Stored data
*-*-*
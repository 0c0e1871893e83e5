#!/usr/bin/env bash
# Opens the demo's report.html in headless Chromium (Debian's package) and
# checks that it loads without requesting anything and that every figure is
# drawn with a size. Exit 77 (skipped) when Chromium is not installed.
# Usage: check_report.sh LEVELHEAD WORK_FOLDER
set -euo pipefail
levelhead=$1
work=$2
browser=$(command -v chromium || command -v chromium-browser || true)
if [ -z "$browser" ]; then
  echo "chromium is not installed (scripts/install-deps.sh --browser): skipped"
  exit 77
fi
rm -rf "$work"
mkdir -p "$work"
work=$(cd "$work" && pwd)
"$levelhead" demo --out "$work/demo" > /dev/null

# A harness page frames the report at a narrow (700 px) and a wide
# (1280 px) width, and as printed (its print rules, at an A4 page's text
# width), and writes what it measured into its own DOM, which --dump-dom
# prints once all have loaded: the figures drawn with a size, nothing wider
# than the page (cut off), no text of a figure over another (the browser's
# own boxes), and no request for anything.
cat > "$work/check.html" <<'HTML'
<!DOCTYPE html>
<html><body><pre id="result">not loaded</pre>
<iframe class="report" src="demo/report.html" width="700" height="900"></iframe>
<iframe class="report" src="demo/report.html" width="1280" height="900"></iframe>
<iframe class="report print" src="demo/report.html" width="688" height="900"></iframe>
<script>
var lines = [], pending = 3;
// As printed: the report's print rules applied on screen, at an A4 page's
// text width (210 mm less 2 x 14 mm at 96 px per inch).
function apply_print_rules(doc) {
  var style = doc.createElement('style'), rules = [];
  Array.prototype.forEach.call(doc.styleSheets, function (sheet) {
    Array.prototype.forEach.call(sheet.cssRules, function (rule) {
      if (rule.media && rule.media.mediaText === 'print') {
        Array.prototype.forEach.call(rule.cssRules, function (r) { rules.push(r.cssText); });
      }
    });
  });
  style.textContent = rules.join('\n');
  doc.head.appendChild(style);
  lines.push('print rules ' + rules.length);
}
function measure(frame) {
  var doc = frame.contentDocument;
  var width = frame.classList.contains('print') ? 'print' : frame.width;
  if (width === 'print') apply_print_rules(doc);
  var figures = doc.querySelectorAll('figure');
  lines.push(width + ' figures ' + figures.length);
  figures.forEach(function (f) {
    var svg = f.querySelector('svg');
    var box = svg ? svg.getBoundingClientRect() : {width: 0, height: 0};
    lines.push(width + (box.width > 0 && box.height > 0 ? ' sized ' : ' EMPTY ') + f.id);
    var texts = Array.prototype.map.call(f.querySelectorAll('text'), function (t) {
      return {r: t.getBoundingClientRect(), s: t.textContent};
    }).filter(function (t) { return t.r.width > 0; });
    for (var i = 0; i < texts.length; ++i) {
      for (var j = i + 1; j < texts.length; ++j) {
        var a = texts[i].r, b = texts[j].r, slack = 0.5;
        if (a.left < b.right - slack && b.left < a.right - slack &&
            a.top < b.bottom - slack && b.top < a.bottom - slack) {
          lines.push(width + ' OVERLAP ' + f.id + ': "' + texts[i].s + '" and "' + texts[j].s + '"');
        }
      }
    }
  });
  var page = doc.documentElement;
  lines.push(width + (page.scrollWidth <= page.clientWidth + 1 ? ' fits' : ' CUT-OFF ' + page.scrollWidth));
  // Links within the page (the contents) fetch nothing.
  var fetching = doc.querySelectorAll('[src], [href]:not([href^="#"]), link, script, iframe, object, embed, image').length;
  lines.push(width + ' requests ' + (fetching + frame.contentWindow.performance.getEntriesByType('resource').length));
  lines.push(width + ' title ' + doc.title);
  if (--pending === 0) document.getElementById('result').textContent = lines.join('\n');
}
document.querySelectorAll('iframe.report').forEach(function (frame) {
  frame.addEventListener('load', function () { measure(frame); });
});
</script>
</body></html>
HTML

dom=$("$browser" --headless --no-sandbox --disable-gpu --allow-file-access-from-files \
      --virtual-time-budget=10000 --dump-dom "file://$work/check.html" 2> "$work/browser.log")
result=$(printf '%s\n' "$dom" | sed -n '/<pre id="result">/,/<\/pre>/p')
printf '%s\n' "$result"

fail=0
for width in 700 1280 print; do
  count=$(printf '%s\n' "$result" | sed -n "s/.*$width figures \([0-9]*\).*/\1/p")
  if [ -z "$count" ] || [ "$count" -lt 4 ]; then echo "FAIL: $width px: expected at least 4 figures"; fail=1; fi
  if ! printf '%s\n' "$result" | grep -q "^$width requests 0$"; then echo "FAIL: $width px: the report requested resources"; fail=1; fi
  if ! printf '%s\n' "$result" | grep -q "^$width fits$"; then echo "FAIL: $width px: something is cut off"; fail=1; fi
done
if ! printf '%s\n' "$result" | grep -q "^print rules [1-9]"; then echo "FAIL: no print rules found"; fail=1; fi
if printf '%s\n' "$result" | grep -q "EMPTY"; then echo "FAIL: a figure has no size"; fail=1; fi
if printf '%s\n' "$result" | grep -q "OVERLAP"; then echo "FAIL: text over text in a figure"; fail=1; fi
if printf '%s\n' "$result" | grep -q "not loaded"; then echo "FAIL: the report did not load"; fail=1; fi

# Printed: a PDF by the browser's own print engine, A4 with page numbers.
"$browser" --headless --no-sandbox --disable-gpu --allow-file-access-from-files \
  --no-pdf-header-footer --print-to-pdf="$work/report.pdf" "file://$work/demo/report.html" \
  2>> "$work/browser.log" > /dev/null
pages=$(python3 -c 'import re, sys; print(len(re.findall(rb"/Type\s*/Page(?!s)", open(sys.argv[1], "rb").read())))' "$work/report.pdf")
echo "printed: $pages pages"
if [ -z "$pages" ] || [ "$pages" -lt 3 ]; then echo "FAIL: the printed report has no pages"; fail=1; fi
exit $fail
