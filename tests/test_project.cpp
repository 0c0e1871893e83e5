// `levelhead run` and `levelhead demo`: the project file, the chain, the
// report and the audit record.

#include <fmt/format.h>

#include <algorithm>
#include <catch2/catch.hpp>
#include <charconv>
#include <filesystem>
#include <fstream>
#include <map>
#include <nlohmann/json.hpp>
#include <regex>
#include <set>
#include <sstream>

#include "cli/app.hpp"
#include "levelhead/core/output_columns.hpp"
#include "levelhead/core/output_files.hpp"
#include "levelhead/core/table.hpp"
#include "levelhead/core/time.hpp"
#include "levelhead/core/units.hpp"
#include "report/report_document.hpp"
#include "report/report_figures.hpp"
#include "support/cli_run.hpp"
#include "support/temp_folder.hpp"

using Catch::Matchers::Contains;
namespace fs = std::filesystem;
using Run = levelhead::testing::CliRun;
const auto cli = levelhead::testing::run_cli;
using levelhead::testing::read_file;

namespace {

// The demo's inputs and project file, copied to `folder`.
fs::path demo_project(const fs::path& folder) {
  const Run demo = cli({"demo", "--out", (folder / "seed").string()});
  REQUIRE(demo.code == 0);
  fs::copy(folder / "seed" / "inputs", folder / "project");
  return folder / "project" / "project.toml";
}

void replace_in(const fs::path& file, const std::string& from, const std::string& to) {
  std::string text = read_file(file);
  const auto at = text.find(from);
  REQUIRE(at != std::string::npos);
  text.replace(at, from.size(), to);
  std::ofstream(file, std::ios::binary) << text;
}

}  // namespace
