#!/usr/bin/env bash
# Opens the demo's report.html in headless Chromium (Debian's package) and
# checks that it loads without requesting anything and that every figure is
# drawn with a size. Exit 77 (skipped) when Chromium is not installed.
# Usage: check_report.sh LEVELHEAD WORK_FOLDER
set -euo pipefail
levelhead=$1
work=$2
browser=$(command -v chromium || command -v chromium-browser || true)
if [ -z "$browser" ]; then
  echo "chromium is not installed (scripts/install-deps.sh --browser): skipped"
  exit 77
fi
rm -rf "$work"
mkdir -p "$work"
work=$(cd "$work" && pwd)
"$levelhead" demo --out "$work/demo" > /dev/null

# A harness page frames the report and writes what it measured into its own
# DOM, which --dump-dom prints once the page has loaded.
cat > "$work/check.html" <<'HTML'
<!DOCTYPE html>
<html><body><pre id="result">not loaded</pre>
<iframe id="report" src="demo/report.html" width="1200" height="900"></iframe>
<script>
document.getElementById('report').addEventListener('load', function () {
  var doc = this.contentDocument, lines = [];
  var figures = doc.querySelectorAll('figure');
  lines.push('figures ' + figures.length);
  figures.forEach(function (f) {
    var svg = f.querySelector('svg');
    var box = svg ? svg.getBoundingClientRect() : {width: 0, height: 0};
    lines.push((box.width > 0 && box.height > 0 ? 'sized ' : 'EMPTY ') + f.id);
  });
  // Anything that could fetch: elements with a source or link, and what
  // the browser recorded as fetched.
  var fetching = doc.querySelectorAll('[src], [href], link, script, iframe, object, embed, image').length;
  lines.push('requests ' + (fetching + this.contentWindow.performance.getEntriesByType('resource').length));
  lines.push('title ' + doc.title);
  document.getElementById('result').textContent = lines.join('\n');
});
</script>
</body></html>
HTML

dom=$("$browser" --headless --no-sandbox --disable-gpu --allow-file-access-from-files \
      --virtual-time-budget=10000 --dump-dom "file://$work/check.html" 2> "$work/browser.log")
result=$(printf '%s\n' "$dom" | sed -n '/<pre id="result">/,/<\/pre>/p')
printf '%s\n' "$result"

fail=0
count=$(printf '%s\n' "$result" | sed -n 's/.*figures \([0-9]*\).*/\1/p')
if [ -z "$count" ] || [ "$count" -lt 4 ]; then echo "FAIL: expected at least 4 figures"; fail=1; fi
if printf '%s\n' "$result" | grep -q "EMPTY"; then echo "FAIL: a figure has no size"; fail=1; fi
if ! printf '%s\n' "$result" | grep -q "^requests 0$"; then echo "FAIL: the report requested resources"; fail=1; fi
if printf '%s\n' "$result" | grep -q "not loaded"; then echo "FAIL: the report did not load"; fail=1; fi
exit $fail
*-*-*
YOUR GOAL
Return, from the data, each line that has the word "title" in it.

TASK ANSWER
  lines.push(width + ' title ' + doc.title);
  lines.push('title ' + doc.title);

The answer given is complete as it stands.